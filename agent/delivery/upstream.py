"""Upstream broker side: drains the outbox in id order at QoS 1, with status and Last Will.

Two threads, so no SQLite work ever runs on the MQTT network thread:

- the **network** thread owns the paho client and runs its loop by hand
  (`client.loop()`), so it owns reconnection too: exponential backoff with
  jitter, capped at `RECONNECT_MAX_S`, and every failure explained in one line
  (a wrong CA, a refused client certificate, a refused CONNECT). Between loop
  passes it publishes rows from an in-memory hand-over queue while fewer than
  `outbox.inflight` are unacknowledged. paho callbacks only append the
  acknowledged message ids to a list; they never block.
- the **store** thread (`upstream_feed.OutboxFeed`) fetches the next rows from the
  outbox into the hand-over queue (at most max(PREFETCH_ROWS, 2 x inflight) ahead; at
  once when rows are waiting, so a backlog starts going out without a wait), and
  deletes acknowledged rows in batches, one transaction per batch. A row is deleted
  only after its PUBACK (`on_publish` for its mid with a reason code that is not `.is_failure`).

After a reconnect paho itself resends the messages that were in flight, with
the DUP flag and their old message ids, before anything newer: delivery resumes
from the oldest unacknowledged row, in order. After a restart the outbox
starts again from its oldest row. Either way, duplicates can only be messages
that were in flight at the cut; event ids are stable, so consumers de-duplicate.

**Endpoints** (`upstream_broker.endpoints`, the nodes of a clustered broker): every
failed attempt and every lost connection moves on to the next endpoint in the list
(round robin), after the same capped, jittered backoff, so a dead node costs one
backoff step. paho's in-flight messages are kept across the switch
(`connect_async` only changes the address), so the new node gets the oldest
unacknowledged rows first, with the DUP flag, then the rest in order. The endpoint
in use stays until its connection is lost (no fail-back). It is in `status()`, the
`watchkeep_upstream_endpoint{endpoint}` gauge and the connect log line; TLS settings,
credentials and the client id are the same for every endpoint, and each endpoint's
certificate is checked against its own host name.
"""

from __future__ import annotations

import contextlib
import json
import logging
import random
import ssl
import threading
import time
from collections.abc import Callable
from typing import Any

import paho.mqtt.client as mqtt

from agent import __version__
from agent.config.load import BrokerConfig, Config, Endpoint
from agent.delivery.outbox import Outbox
from agent.delivery.outbox_file import Row
from agent.delivery.upstream_feed import OutboxFeed
from agent.errors import ConfigError, ConfigProblem
from agent.ingest.buffers import make_client
from agent.ops.logs import RateLimited, kv
from agent.ops.metrics import Metrics

RECONNECT_MIN_S = 0.5
# Capped low: a gateway talks to one broker on a plant network, and after an outage
# events should flow again within seconds; the jitter spreads a fleet's reconnects.
RECONNECT_MAX_S = 10.0
LOOP_TIMEOUT_S = 0.05
BUSY_LOOP_TIMEOUT_S = 0.002
STOP_DRAIN_S = 3.0


def backoff_delay(attempt: int, u: float, min_s: float = RECONNECT_MIN_S,
                  max_s: float = RECONNECT_MAX_S) -> float:
    """Seconds to wait before reconnect attempt `attempt` (1, 2, ...).

    `min_s * 2**(attempt-1)` capped at `max_s`, scaled by a jitter factor in
    [0.5, 1.0) from `u` in [0, 1) ("equal jitter"): never 0, never above the cap.
    """
    base = min(max_s, min_s * 2.0 ** min(max(attempt, 1) - 1, 30))
    return base * (0.5 + 0.5 * u)


def describe_connect_error(exc: BaseException, broker: BrokerConfig,
                           endpoint: Endpoint | None = None) -> str:
    """One line that says what failed and what to check."""
    ep = endpoint or Endpoint(broker.host, broker.port)
    where = str(ep)
    if isinstance(exc, ssl.SSLCertVerificationError):
        return (f"TLS certificate verification failed for {where}: {exc.verify_message} "
                f"(check upstream_broker.tls.ca_file and that the broker's certificate "
                f"names {ep.host})")
    if isinstance(exc, ssl.SSLError):
        return f"TLS handshake with {where} failed: {exc.reason or exc}"
    if isinstance(exc, ConnectionRefusedError):
        return f"connection to {where} refused (is the broker running and listening?)"
    if isinstance(exc, TimeoutError):
        return f"connection to {where} timed out"
    if isinstance(exc, OSError):
        return f"cannot connect to {where}: {exc.strerror or exc}"
    return f"cannot connect to {where}: {type(exc).__name__}: {exc}"


def status_payload(cfg: Config, state: str, started: float, **extra: Any) -> bytes:
    doc = {"state": state, "version": __version__, "site": cfg.site, "gateway": cfg.gateway,
           "started": started, "assets": [a.name for a in cfg.assets], **extra}
    return json.dumps(doc, separators=(",", ":")).encode()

- - - -

### Problem description
Please return the lines above exactly, from the first one down to the line with "once when rows", and stop after that line.

### Solution to this task
filename agent/delivery/upstream.py
"""Upstream broker side: drains the outbox in id order at QoS 1, with status and Last Will.

Two threads, so no SQLite work ever runs on the MQTT network thread:

- the **network** thread owns the paho client and runs its loop by hand
  (`client.loop()`), so it owns reconnection too: exponential backoff with
  jitter, capped at `RECONNECT_MAX_S`, and every failure explained in one line
  (a wrong CA, a refused client certificate, a refused CONNECT). Between loop
  passes it publishes rows from an in-memory hand-over queue while fewer than
  `outbox.inflight` are unacknowledged. paho callbacks only append the
  acknowledged message ids to a list; they never block.
- the **store** thread (`upstream_feed.OutboxFeed`) fetches the next rows from the
  outbox into the hand-over queue (at most max(PREFETCH_ROWS, 2 x inflight) ahead; at
  once when rows are waiting, so a backlog starts going out without a wait), and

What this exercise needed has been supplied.